Wednesday, October 2, 2013

Oven Roasted Tomato Basil Soup



Tomato basil soup is probably my most favorite soup! It's light and flavorful. Add some orzo pasta and you get a perfect lunch. It's dairy free.

  • 1 1/2 lbs Roma tomatoes, halved
  • 2 tbsp olive oil
  • 1 medium yellow onion, finely chopped
  • 4 garlic cloves, minced
  • 1 tsp dry thyme
  • 1 tsp dry basil
  • 1 tsp paprika
  • 1 15-oz can diced tomatoes with juice (I recommend the "Rosemary Basil" kind)
  • 2 cups vegetable broth
  • salt and pepper to taste
  • 2 cups fresh basil leaves, chopped
  • orzo pasta for garnish, cooked

Preheat oven to 375F. Place halved tomatoes on a baking sheet. Roast for 20 minutes.

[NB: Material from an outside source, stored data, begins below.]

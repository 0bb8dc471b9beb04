import { describe, expect, it } from 'vitest';
import { readGlaze } from '../../src/archive/glaze-text.ts';
import { CompositionError } from '../../src/errors.ts';

const faultsOf = (text: string): string[] => {
  try {
    readGlaze(text);
  } catch (error) {
    if (!(error instanceof CompositionError)) throw error;
    return error.message
      .split('\n')
      .slice(1)
      .map((line) => line.trim());
  }
  return [];
};

describe('a composition written as text', () => {
  it.each([
    'SiO2=7 Al2O3=0.8 CaO=2',
    'SiO2:7,Al2O3:.8,CaO:2',
    'SiO2 = 7; Al2O3= 8e-1; CaO =2.',
    ' SiO2=7, Al2O3=0.8, CaO=2, ',
  ])('is read in all its spellings: %s', (text) => {
    expect(readGlaze(text)).toEqual({ unity: { SiO2: 3.5, Al2O3: 0.4, CaO: 1 }, notes: [] });
  });

  it('in small letters is told how to write the oxide, without noise about what is there', () => {
    expect(faultsOf('sio2=3 al2o3=0.4 cao=1')).toEqual([
      'expected SiO2 in these capitals, got "sio2"',
      'expected Al2O3 in these capitals, got "al2o3"',
      'expected CaO in these capitals, got "cao"',
    ]);
  });

  it('with a decimal comma is told that a point is expected', () => {
    expect(faultsOf('SiO2=3,4 Al2O3=0,42 CaO=1')).toEqual([
      'expected moles of SiO2: a number with a decimal point such as 3.4, got "3,4"',
      'expected moles of Al2O3: a number with a decimal point such as 0.42, got "0,42"',
    ]);
  });

  it('is not said to lack what a wrong name may stand for', () => {
    expect(faultsOf('Si02=3 Al203=0.4 CaO=1')).toEqual([
      'expected an oxide, got "Si02"; nearest known: "SiO2"',
      'expected an oxide, got "Al203"; nearest known: "Al2O3"',
    ]);
    expect(faultsOf('foo=3')).toHaveLength(1);
  });

  it('tells all its faults at once, also what is lacking beside a wrong name that is clear', () => {
    expect(faultsOf('sio2=3 CaO=x CaO=1 K2O=-1 5')).toEqual([
      'expected SiO2 in these capitals, got "sio2"',
      'expected moles of CaO: a number such as 0.42, got "x"',
      'expected moles of K2O from 0 to 1000000, got "-1"',
      'expected OXIDE=MOLES, got "5"',
      'expected CaO once, got it again ("CaO=1")',
    ]);
    expect(faultsOf('sio2=3 CaO=1')).toEqual([
      'expected SiO2 in these capitals, got "sio2"',
      'expected Al2O3=..., found none',
    ]);
  });

  it.each([
    ['SiO2=0 Al2O3=0.4 CaO=1', 'expected SiO2 above 0, got 0'],
    ['SiO2=3 Al2O3=0.4 CaO=0', 'expected a flux above 0, got 0'],
    ['SiO2=3000 Al2O3=0.4 CaO=1', 'SiO2: expected at most 1000 per mole of flux, found 3.00e+3'],
    [
      'SiO2=3 Al2O3=0.4',
      'expected a flux, found none of Li2O, Na2O, K2O, MgO, CaO, SrO, BaO, ZnO, PbO, MnO',
    ],
  ])('%s: %s', (text, fault) => {
    expect(faultsOf(text)).toEqual([fault]);
  });

  it('is noted where it may be weight per cent, or is no glaze', () => {
    const weights = readGlaze('SiO2=64 Al2O3=13.4 B2O3=3.3 K2O=3 Na2O=2.9 CaO=13.4', 'mine').notes;
    expect(weights).toHaveLength(1);
    expect(weights[0]).toMatch(
      /^oxides sum to about 100, as weight per cent and mole per cent do\. "mine" is read as moles: SiO2 3\.32, .*weight per cent it would be SiO2 3\.3/,
    );
    expect(readGlaze('SiO2=340 Al2O3=0.4 CaO=1').notes.join()).toContain('"glaze" (SiO2 340)');
  });
});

While tomatoes are in oven, heat olive oil in large skillet. Add onions and garlic. Saute until onions are translucent, stirring occasionally, about 7 minutes. Add thyme, basil, paprika, diced tomatoes with juice, and broth. Bring to a boil. Reduce to a simmer and cook for 7 more minutes, occasionally stirring. Season to taste. Add the roasted tomatoes from the oven. Bring to a boil. Once again, reduce to a simmer. Cook for 10 more minutes. Remove from heat.

Transfer soup into blender and add fresh basil leaves. (You might want to divide soup into two parts or use a nifty immersion blender that is so convinient to use!) Puree until smooth. Serve hot topped with cooked orzo pasta or croutons.